I assume that you've already seen it, but we are going to discuss what the consequences are of AsyncIO for SQLAlchemy and what you have to do. Then we're going to do a small comparison between synchronous and asynchronous SQLAlchemy. What are the differences? Which parts stay the same? Do you have to relearn the entire library again?
Or can you just rely on your existing knowledge? And we're also going to talk about a very important problem that happens as soon as you start talking about asynchronous input output. And that is eager versus lazy loading in your SQLAlchemy objects.
And this is going to be very important. So we're going to dedicate quite a bit of time in this presentation to that issue. Well, first of all, who am I? Well, I'm Sebastian. I'm 35 years old. I live in the Netherlands and I'm currently working as a code Smith and developer for Ordina Pythoners.
Ordina is an IT service company in the Netherlands. We mainly work for larger clients. So we are an IT service company. We do a lot of consultancy work. And you can think, well, governmental organizations or banks or other larger organizations.
That's mainly what we do. And we really try to focus within our Pythoners unit on enterprise-grade Python. So really developing Python as enterprise applications. So it's really a lot of fun. We have a fairly large team and it's a lot of fun to work there. I'm also one of the three owners of Python Discord. I don't really like the term owner, but it's a Discord terminology.
So we just stuck with that. And Python Discord is an online community for Python enthusiasts. We currently have over 200,000 members, which is a lot. But obviously it's a little bit like Slack. So the actual active number of members is much lower.

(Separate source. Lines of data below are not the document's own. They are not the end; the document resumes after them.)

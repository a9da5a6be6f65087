package org.nodewright.physics.inverse;

import java.util.Locale;
import java.util.regex.Matcher;
import java.util.regex.Pattern;

/** Scientific pitch names ("D5", "F#5", "Bb4") to equal-tempered frequencies. */
public final class NoteNames {

    private static final Pattern NAME = Pattern.compile("([A-Ga-g])([#b]?)(-?\\d{1,2})");
    private static final int[] PITCH_CLASS = {9, 11, 0, 2, 4, 5, 7}; // A B C D E F G

    private NoteNames() {
    }

    /**
     * f = A4 · 2^((m − 69)/12) with m the MIDI number, middle C = C4 = 60 (MIDI 1.0 convention;
     * equal temperament).
     *
     * @throws IllegalArgumentException for a name that is not a note or a non-positive A4
     */
    public static double frequencyHz(String name, double a4Hz) {
        if (!(a4Hz > 0) || !Double.isFinite(a4Hz)) {
            throw new IllegalArgumentException("A4 must be positive, was " + a4Hz);
        }
        Matcher m = name == null ? null : NAME.matcher(name.trim());
        if (m == null || !m.matches()) {
            throw new IllegalArgumentException("not a note name (like D5, F#5 or Bb4): " + name);
        }
        int pc = PITCH_CLASS[m.group(1).toUpperCase(Locale.ROOT).charAt(0) - 'A'];
        int accidental = "#".equals(m.group(2)) ? 1 : "b".equals(m.group(2)) ? -1 : 0;
        int octave = Integer.parseInt(m.group(3));
        int midi = (octave + 1) * 12 + pc + accidental;
        return a4Hz * Math.pow(2.0, (midi - 69) / 12.0);
    }
}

But still, we currently have over 100 volunteers who dedicate some of their time to discussing Python, helping others with Python, or organizing Python-related events. So that's really cool. And I'm really glad that I can be a part of that. And I'm really proud of that.
So that is who I am. So now let's start talking about asynchronous SQLAlchemy. Well, first, let's start to think, let's first think about what it means for an application to be asynchronous.

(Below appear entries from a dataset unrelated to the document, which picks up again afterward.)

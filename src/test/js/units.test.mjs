// Display units and typed numbers. Conversion factors: the inch is exactly 25.4 mm (international
// yard and pound agreement, 1959); 1 kgf = 9.80665 N (standard gravity, ISO 80000-4);
// 1 lbf = 4.4482216152605 N (NIST SP 811, appendix B.8).
import { test } from 'node:test';
import assert from 'node:assert/strict';
import { parseNumber, toMm, fromMm, toNewton, fromNewton, fmt, textFromMm, textToMm } from '../../../static-assets/js/common/units.js';

test('published factors', () => {
  assert.equal(toMm(1, 'inch'), 25.4);
  assert.ok(Math.abs(toMm(25.5, 'inch') - 647.7) <= Number.EPSILON * 647.7);   // 25.5 × 25.4 in doubles
  assert.equal(toNewton(1, 'kgf'), 9.80665);
  assert.equal(toNewton(1, 'lbf'), 4.4482216152605);
  assert.equal(toNewton(1, 'N'), 1);
});

test('round trips stay within a few ulps', () => {
  for (const mm of [0.254, 647.7, 610, 1e-3]) {
    assert.ok(Math.abs(toMm(fromMm(mm, 'inch'), 'inch') - mm) <= 4 * Number.EPSILON * mm);
  }
  for (const n of [70.76, 1, 123.456]) {
    assert.ok(Math.abs(toNewton(fromNewton(n, 'lbf'), 'lbf') - n) <= 4 * Number.EPSILON * n);
  }
});

test('one rule for typed numbers on every page', () => {
  assert.equal(parseNumber('300.5'), 300.5);
  assert.equal(parseNumber(' 300,5 '), 300.5);
  assert.equal(parseNumber('-2'), -2);
  assert.equal(parseNumber('.5'), 0.5);
  assert.equal(parseNumber('1e3'), 1000);
  for (const bad of ['', 'abc', '1,234.5', '1.234,5', '1,2,3', '12 mm', '0x10', 'NaN', 'Infinity', '2.5.1']) {
    assert.ok(Number.isNaN(parseNumber(bad)), bad);
  }
});

test('display rounding', () => {
  assert.equal(fmt(647.6999999999999, 2), '647.70');
  assert.equal(fmt(null), '');
});

test('server messages in the user\'s units, without float noise', async () => {
  const { inUserUnits, figure } = await import('../../../static-assets/js/common/units.js');
  assert.equal(figure(647.6999999999999), '647.7');
  // 647.7 mm = 25.5 in exactly (647.7 / 25.4).
  assert.equal(inUserUnits('must lie strictly between the nut (0) and the bridge (647.6999999999999 mm)', { length: 'inch' }),
    'must lie strictly between the nut (0) and the bridge (25.5 in)');
  assert.equal(inUserUnits('must lie on the string, between 0 and 647.6999999999999 mm', { length: 'mm' }),
    'must lie on the string, between 0 and 647.7 mm');
  assert.equal(inUserUnits('must be at most 100 kg/m'), 'must be at most 100000 g/m');
  assert.equal(inUserUnits('must be at least 1e-9 kg/m'), 'must be at least 0.000001 g/m');
  assert.equal(inUserUnits('must be greater than 0'), 'must be greater than 0');
});

test('lists of lengths (the plate bench outline, graduation points, braces) shown in inches and read back in mm', () => {
  // 25.4 mm = 1 in exactly; 400 mm = 15.748031... in, shown to 4 decimals
  assert.equal(textFromMm('0, 0\n400, 0\n400, 300', 'inch'), '0, 0\n15.748, 0\n15.748, 11.811');
  assert.equal(textFromMm('25.4, -50.8, 2.54', 'inch'), '1, -2, 0.1');
  assert.equal(textToMm('1, -2, 0.1', 'inch'), '25.4, -50.8, 2.54');
  const [a, b] = textToMm('15.75, 11.8125', 'inch').split(', ').map(Number);
  assert.ok(Math.abs(a - 400.05) <= 4 * Number.EPSILON * 400.05 && Math.abs(b - 300.0375) <= 4 * Number.EPSILON * 300.0375);
  // words and separators are kept, so a typo still reaches the server as typed and is named there
  assert.equal(textToMm('1, x; 2', 'inch'), '25.4, x; 50.8');
  // in mm nothing is touched, not even the way a number was written
  assert.equal(textFromMm('3.0, 1e2', 'mm'), '3.0, 1e2');
  assert.equal(textToMm('3.0, 1e2', 'mm'), '3.0, 1e2');
});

And one of the things that's really important is that we're talking about asynchronous input and output. That's where the name Async IEO comes from. The IEO stands for input and output. And that's really what's going on here. Now, first, consider a very simple synchronous Python application, for instance, a very simple SQLAlchemy application.
As a developer, you may have an idea that your application is structured in functions and classes and modules and files and packages and that you jump all over the place. But if you think about it from a Python perspective, basically your application boils down to a list of instructions.

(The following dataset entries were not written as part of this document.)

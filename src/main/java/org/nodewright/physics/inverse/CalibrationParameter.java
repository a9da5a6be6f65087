package org.nodewright.physics.inverse;

/**
 * What a calibration may fit: the mouth's uncertain figure (a window's effective length, an
 * embouchure's lip coverage, a reed's equivalent volume, a cup's volume) and the air's temperature
 * inside the instrument (the room temperature, or a shift of the breath's temperatures).
 */
public enum CalibrationParameter {
    MOUTH,
    AIR_TEMPERATURE
}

And this is what we call a single threaded application. We just have a thread of instructions and Python will execute those one by one for you. So that is really simple. So Python goes to the first instruction and it goes to the second instruction and it will only move on to the next instruction once that instruction is completed.
It's not really relevant or important for us to really talk about what an instruction means. This is really a very abstract explanation. But what is interesting is when we hit this grad instruction here, this is an instruction that performs input and output. And in this application, that is making a query to a database server and getting a result back.
What's going to happen here in a synchronous application is that this call is going to be made. SQL query will be sent to the database. There it goes. And then what you get back is a response with your data and Python will just sit here on this call waiting for the response to come back.
And only once it's ready, will it move on to the next instruction. And this is basically what your single threaded application normally does. In asyncio, we're working with a slightly different model. So what we're working with here is that we have an event loop.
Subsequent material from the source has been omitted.